Thumbthings to Consider



So, I went to the orthopedist to find out why my thumb was not working properly and was told that I have texting thumb, even though I don’t text much.  My problem comes from crocheting too much.  So I guess you could say I have crotch thumb. Not only does it hurt, but it prevents me from accomplishing many tasks.  Let me list them (cause you know how I love my lists).



  • Since I can’t use my thumb when I hitchhike, I have to expose my leg which is a bit unattractive with my knee high hose engorged under my kneecap.  Sadly, my thumb is the sexiest part of my body.
  • No more sucking of the thumb.  I tried using my big toe, but pulled out my back in the process.
  •  Have you ever tried pulling your pants up without the use of your thumb?  Not a pretty site.  You think you have it made and then they slide back down again.  Although I would still have problems even if I had 10 thumbs. It’s getting the damn things over the hips that is the obstacle.
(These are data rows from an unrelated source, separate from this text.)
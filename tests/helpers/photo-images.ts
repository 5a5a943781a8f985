// Test images made at test time with sharp, so no binaries are committed. Every name and text in
// them is invented.
import { createDeflate } from 'node:zlib';
import sharp from 'sharp';
import { crc32 } from '@/lib/photos/location';

export interface CameraOptions {
  width?: number;
  height?: number;
  /** EXIF orientation flag (1–8); 6 means "turn 90° clockwise to view". */
  orientation?: number;
  gps?: boolean;
  /** Adds an XMP packet naming a place (city and GPS), as some phone apps write. */
  xmpPlace?: boolean;
  takenAt?: string;
  offset?: string;
  format?: 'jpeg' | 'png' | 'webp';
  quality?: number;
  /** Noise strength: higher gives larger, camera-like files. */
  grain?: number;
}

export const TEST_LATITUDE = 41.875;

/**
 * A picture whose top-left quarter is red on a blue field, so orientation can be checked by
 * sampling pixels, with the requested camera metadata.
 */
export async function cameraImage(options: CameraOptions = {}): Promise<Buffer> {
  const { width = 640, height = 480, orientation = 1, gps = false, xmpPlace = false, format = 'jpeg', quality = 88, grain = 0 } = options;
  const marker = await sharp({ create: { width: Math.floor(width / 2), height: Math.floor(height / 2), channels: 3, background: '#e01010' } })
    .png()
    .toBuffer();
  let image = sharp({
    create: {
      width,
      height,
      channels: 3,
      background: '#1040c0',
      ...(grain > 0 ? { noise: { type: 'gaussian' as const, mean: 110, sigma: grain } } : {}),
    },
  }).composite([{ input: marker, left: 0, top: 0 }]);
  // Flatten first so the metadata options apply to the encoded output.
  const flat = await image.raw().toBuffer({ resolveWithObject: true });
  image = sharp(flat.data, { raw: { width: flat.info.width, height: flat.info.height, channels: flat.info.channels } });
  const exif: Record<string, Record<string, string>> = { IFD0: { Make: 'Kelvrin Optics', Model: 'Fieldcam 3' } };
  if (options.takenAt) exif.IFD2 = { DateTimeOriginal: options.takenAt, ...(options.offset ? { OffsetTimeOriginal: options.offset } : {}) };
  if (gps) exif.IFD3 = { GPSLatitudeRef: 'N', GPSLatitude: '41/1 52/1 3000/100', GPSLongitudeRef: 'W', GPSLongitude: '87/1 37/1 4200/100' };
  const encoded = format === 'jpeg' ? image.jpeg({ quality }) : format === 'png' ? image.png() : image.webp({ quality });
  let out = encoded.withExif(exif);
  if (orientation !== 1) out = out.withMetadata({ orientation });
  if (xmpPlace) out = out.withXmp(placeXmp);
  return out.toBuffer();
}

const placeXmp = `<?xpacket begin="" id="W5M0MpCehiHzreSzNTczkc9d"?>
<x:xmpmeta xmlns:x="adobe:ns:meta/"><rdf:RDF xmlns:rdf="http://www.w3.org/1999/02/22-rdf-syntax-ns#">
<rdf:Description rdf:about="" xmlns:photoshop="http://ns.adobe.com/photoshop/1.0/" xmlns:exif="http://ns.adobe.com/exif/1.0/"
 photoshop:City="Frostbury" exif:GPSLatitude="41,52.5N" exif:GPSLongitude="87,37.7W"/>
</rdf:RDF></x:xmpmeta><?xpacket end="w"?>`;

/** A nameplate-like picture with invented text, for browser tests. */
export async function nameplateImage(label: string, background = '#c9ced6'): Promise<Buffer> {
  const svg = `<svg xmlns="http://www.w3.org/2000/svg" width="1200" height="800">
    <rect width="1200" height="800" fill="${background}"/>
    <rect x="60" y="60" width="1080" height="680" fill="#eef0f3" stroke="#333" stroke-width="6"/>
    <text x="110" y="180" font-family="DejaVu Sans, sans-serif" font-size="72" font-weight="bold">${label}</text>
    <text x="110" y="300" font-family="DejaVu Sans, sans-serif" font-size="48">MODEL KCU-300  SERIAL CU-7Q4-88213</text>
    <text x="110" y="400" font-family="DejaVu Sans, sans-serif" font-size="48">230 V  3 PH  60 HZ  RLA 14.2  LRA 88</text>
    <text x="110" y="500" font-family="DejaVu Sans, sans-serif" font-size="48">REFRIGERANT R-448A  6.8 KG</text>
  </svg>`;
  return sharp(Buffer.from(svg)).jpeg({ quality: 90 }).withExif({ IFD0: { Make: 'Kelvrin Optics' } }).toBuffer();
}

/**
 * A genuine decompression bomb: a valid 20000 × 20000 greyscale PNG of zeros (400 megapixels)
 * that compresses to well under a megabyte. Deflated row by row so making it stays cheap.
 */
export async function pngBomb(side = 20_000): Promise<Buffer> {
  const row = Buffer.alloc(side + 1);
  const deflate = createDeflate({ level: 9 });
  const parts: Buffer[] = [];
  deflate.on('data', (c: Buffer) => parts.push(c));
  const done = new Promise<void>((resolve, reject) => {
    deflate.on('end', resolve);
    deflate.on('error', reject);
  });
  for (let y = 0; y < side; y++) {
    if (!deflate.write(row)) await new Promise((r) => deflate.once('drain', r));
  }
  deflate.end();
  await done;
  const chunk = (type: string, data: Buffer) => {
    const head = Buffer.alloc(8);
    head.writeUInt32BE(data.length, 0);
    head.write(type, 4, 'latin1');
    const crc = Buffer.alloc(4);
    crc.writeUInt32BE(crc32(Buffer.concat([head.subarray(4), data])), 0);
    return Buffer.concat([head, data, crc]);
  };
  const ihdr = Buffer.alloc(13);
  ihdr.writeUInt32BE(side, 0);
  ihdr.writeUInt32BE(side, 4);
  ihdr[8] = 8; // bit depth
  ihdr[9] = 0; // greyscale
  return Buffer.concat([
    Buffer.from([0x89, 0x50, 0x4e, 0x47, 0x0d, 0x0a, 0x1a, 0x0a]),
    chunk('IHDR', ihdr),
    chunk('IDAT', Buffer.concat(parts)),
    chunk('IEND', Buffer.alloc(0)),
  ]);
}

/** The first bytes of a HEIC file (an ISO-BMFF "ftyp" box with the heic brand) and some payload. */
export function heicHeader(): Buffer {
  const ftyp = Buffer.alloc(24);
  ftyp.writeUInt32BE(24, 0);
  ftyp.write('ftypheic', 4, 'latin1');
  ftyp.writeUInt32BE(0, 12);
  ftyp.write('mif1heic', 16, 'latin1');
  return Buffer.concat([ftyp, Buffer.alloc(2000, 1)]);
}

export async function gifImage(): Promise<Buffer> {
  return sharp({ create: { width: 32, height: 32, channels: 3, background: '#888' } }).gif().toBuffer();
}

/** Reads the pixel colour at (x, y) of any image sharp can decode, after its orientation flag. */
export async function pixelAt(image: Buffer, x: number, y: number): Promise<[number, number, number]> {
  const { data, info } = await sharp(image).rotate().removeAlpha().raw().toBuffer({ resolveWithObject: true });
  const i = (y * info.width + x) * info.channels;
  return [data[i]!, data[i + 1]!, data[i + 2]!];
}

export function isRed([r, g, b]: [number, number, number]): boolean {
  return r > 180 && g < 90 && b < 90;
}

/**
 * Everything an EXIF library can read back from a stored file, for location checks. exifr reads
 * JPEG and PNG files itself; for WebP it gets the EXIF block sharp finds. XMP text is returned raw.
 */
export async function readBack(image: Buffer): Promise<{ tags: Record<string, unknown>; xmp: string }> {
  const { default: exifr } = await import('exifr');
  const meta = await sharp(image).metadata();
  let tags: Record<string, unknown> = {};
  if (meta.format === 'jpeg' || meta.format === 'png') {
    tags = ((await exifr.parse(image, { tiff: true, exif: true, gps: true, xmp: true, iptc: true, mergeOutput: true })) as Record<string, unknown> | undefined) ?? {};
  } else if (meta.exif) {
    const tiff = meta.exif.toString('latin1', 0, 6) === 'Exif\0\0' ? meta.exif.subarray(6) : meta.exif;
    tags = ((await exifr.parse(tiff, { tiff: true, exif: true, gps: true })) as Record<string, unknown> | undefined) ?? {};
  }
  return { tags, xmp: meta.xmp ? meta.xmp.toString('utf8') : '' };
}

export function hasLocation(read: { tags: Record<string, unknown>; xmp: string }): boolean {
  const keys = Object.keys(read.tags);
  return (
    keys.some((k) => /^GPS|latitude|longitude/i.test(k)) ||
    /GPS|Latitude|City/i.test(read.xmp) ||
    keys.some((k) => k === 'City')
  );
}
I am working on training my pants to jump up, but I haven’t found the right incentive yet.  Maybe I could train my big toe to help cause it obviously isn’t doing anything right now.
  • Try and latch a necklace without the use of your thumb.  If I can get one on, I can’t get it off.  And without someone to help, I now have 18 necklaces on and can’t lift my head up straight due to the weight. 
  • Forget about buttons.  If I can’t pull it over my head or pull it up, it doesn’t go on my body.  I have been known to have to sleep in my clothes and my coat.  The EMT’s just laugh at me and 911 won’t answer my calls any longer.
  • This ailment hasn’t affected my driving.  I don’t use my hands for that anyway.
  • You might think my typing would be affected since you need a thumb to depress the space bar.  But I’m Jewish, so I just use my nose.  And then, I still have that unemployed big toe as a possibility.
  • No more “thumbs up” for me when something goes right.  The only finger that someone recognizes instantly is my middle finger and somehow I don’t get the same response when I smile and say “atta girl/guy” and give them that finger. 
  • I can’t hold my toothbrush so I just don’t brush my teeth anymore. Tried using the big toe again, but fell on the floor and you don’t want to know where the toothbrush ended up.



Well, my big toe, back and thumb are all throbbing now  (not to mention where my toothbrush ended up), so I’ll end my list and say “atta girl/guy for reading my blog.  I’m sending you a big smile and giving you Maxine’s version of a “thumbs up”.   


Friday, January 27, 2012

The Case of the Missing Panties




I was wondering where those panties went!  Sadly, they look better on her than on me.  From the back, it's actually hard to tell us apart. Well, I'm the one with the nose job.  I guess that's what you get for letting someone horn in on your favorite things.  From now on, no more nice guy/girl/rhino...whatever.  You should have seen her in my baby doll pajamas.  And now they are missing too!  You just never know about jungle animals.  It looks like I will be looking for a new friend.  One that doesn't wear the same size that I do.